§ **Data records**:
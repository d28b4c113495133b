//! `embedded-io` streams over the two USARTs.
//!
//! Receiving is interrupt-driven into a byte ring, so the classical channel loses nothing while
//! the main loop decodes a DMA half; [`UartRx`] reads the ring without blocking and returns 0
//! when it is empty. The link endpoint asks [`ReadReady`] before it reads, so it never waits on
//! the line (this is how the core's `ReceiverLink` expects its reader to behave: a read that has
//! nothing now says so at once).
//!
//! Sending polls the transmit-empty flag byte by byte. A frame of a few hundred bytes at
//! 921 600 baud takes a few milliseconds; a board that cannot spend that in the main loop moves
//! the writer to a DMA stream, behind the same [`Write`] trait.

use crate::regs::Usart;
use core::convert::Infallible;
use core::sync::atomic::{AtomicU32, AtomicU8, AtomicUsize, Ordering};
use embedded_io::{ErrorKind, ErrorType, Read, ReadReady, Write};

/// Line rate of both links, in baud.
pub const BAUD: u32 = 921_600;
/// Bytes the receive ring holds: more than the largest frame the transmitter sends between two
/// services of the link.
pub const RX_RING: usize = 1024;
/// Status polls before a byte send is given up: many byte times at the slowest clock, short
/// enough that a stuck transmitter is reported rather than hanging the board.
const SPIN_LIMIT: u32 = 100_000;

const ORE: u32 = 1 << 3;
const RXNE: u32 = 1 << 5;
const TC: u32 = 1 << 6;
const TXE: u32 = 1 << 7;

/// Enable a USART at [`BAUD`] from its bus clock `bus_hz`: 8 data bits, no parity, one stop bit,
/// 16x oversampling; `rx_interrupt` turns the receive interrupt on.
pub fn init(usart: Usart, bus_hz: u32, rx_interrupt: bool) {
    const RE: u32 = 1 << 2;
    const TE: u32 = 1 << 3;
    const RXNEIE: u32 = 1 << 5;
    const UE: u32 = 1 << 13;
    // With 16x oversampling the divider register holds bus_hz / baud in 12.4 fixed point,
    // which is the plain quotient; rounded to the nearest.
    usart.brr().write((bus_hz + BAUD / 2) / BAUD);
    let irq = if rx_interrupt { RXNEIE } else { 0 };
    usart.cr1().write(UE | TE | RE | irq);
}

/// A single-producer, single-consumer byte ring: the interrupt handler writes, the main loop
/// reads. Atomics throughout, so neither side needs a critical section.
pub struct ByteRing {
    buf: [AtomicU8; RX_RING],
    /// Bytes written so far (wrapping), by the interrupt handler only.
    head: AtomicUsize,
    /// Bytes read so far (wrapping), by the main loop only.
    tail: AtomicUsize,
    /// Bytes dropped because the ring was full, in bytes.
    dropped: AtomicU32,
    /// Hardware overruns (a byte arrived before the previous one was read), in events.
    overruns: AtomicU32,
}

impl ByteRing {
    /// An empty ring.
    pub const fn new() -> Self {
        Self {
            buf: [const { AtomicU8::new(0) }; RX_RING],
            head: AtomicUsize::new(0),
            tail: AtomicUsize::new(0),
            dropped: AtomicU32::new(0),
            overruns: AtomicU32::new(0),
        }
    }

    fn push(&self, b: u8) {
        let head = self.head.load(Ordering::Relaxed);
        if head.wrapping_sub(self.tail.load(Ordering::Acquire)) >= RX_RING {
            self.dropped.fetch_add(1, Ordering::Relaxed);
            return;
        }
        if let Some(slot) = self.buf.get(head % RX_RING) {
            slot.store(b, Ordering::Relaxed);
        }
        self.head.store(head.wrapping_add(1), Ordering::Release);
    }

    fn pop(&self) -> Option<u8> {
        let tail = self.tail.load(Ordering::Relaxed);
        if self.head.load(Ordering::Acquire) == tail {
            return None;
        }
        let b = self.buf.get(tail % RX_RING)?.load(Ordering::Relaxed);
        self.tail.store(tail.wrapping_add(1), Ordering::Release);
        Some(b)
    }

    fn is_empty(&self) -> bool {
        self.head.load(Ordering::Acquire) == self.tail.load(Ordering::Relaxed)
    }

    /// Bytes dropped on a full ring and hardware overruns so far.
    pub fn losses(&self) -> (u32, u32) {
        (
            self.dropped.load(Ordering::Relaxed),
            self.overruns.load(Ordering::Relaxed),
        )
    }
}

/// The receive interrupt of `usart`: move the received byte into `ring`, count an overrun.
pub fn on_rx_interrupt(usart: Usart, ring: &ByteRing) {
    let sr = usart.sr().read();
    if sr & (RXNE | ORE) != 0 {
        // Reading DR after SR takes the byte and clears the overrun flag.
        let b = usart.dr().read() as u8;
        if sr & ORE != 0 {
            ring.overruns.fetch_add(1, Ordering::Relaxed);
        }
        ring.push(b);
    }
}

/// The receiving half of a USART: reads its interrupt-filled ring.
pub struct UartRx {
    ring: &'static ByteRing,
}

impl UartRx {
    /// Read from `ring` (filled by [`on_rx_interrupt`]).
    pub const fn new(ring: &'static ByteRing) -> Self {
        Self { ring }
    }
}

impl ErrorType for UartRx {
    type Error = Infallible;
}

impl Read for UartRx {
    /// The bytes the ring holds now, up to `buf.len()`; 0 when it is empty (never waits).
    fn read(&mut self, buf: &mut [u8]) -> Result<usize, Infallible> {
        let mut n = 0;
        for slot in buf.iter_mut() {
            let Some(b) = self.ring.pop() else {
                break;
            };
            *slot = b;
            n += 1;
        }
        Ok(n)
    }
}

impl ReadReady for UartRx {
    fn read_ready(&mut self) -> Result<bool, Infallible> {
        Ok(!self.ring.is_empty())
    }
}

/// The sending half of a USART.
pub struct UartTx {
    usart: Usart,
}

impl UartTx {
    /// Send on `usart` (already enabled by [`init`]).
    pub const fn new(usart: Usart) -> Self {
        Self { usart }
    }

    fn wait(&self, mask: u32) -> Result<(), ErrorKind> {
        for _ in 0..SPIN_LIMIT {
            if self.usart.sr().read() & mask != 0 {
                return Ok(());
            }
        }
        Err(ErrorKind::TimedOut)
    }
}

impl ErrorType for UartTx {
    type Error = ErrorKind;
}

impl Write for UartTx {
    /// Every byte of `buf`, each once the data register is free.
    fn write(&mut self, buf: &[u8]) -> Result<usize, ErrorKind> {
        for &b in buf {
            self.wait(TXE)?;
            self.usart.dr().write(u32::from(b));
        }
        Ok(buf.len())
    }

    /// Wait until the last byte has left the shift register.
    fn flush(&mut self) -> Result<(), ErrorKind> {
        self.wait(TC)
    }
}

§ **Aim of the task**:
Write down again, exactly as given, only the lines above that fall from the line with "of the link." to the line with "usart.brr().write((bus_hz + BAUD", inclusive.

§ **Expected output**:
/// services of the link.
pub const RX_RING: usize = 1024;
/// Status polls before a byte send is given up: many byte times at the slowest clock, short
/// enough that a stuck transmitter is reported rather than hanging the board.
const SPIN_LIMIT: u32 = 100_000;

const ORE: u32 = 1 << 3;
const RXNE: u32 = 1 << 5;
const TC: u32 = 1 << 6;
const TXE: u32 = 1 << 7;

/// Enable a USART at [`BAUD`] from its bus clock `bus_hz`: 8 data bits, no parity, one stop bit,
/// 16x oversampling; `rx_interrupt` turns the receive interrupt on.
pub fn init(usart: Usart, bus_hz: u32, rx_interrupt: bool) {
    const RE: u32 = 1 << 2;
    const TE: u32 = 1 << 3;
    const RXNEIE: u32 = 1 << 5;
    const UE: u32 = 1 << 13;
    // With 16x oversampling the divider register holds bus_hz / baud in 12.4 fixed point,
    // which is the plain quotient; rounded to the nearest.
    usart.brr().write((bus_hz + BAUD / 2) / BAUD);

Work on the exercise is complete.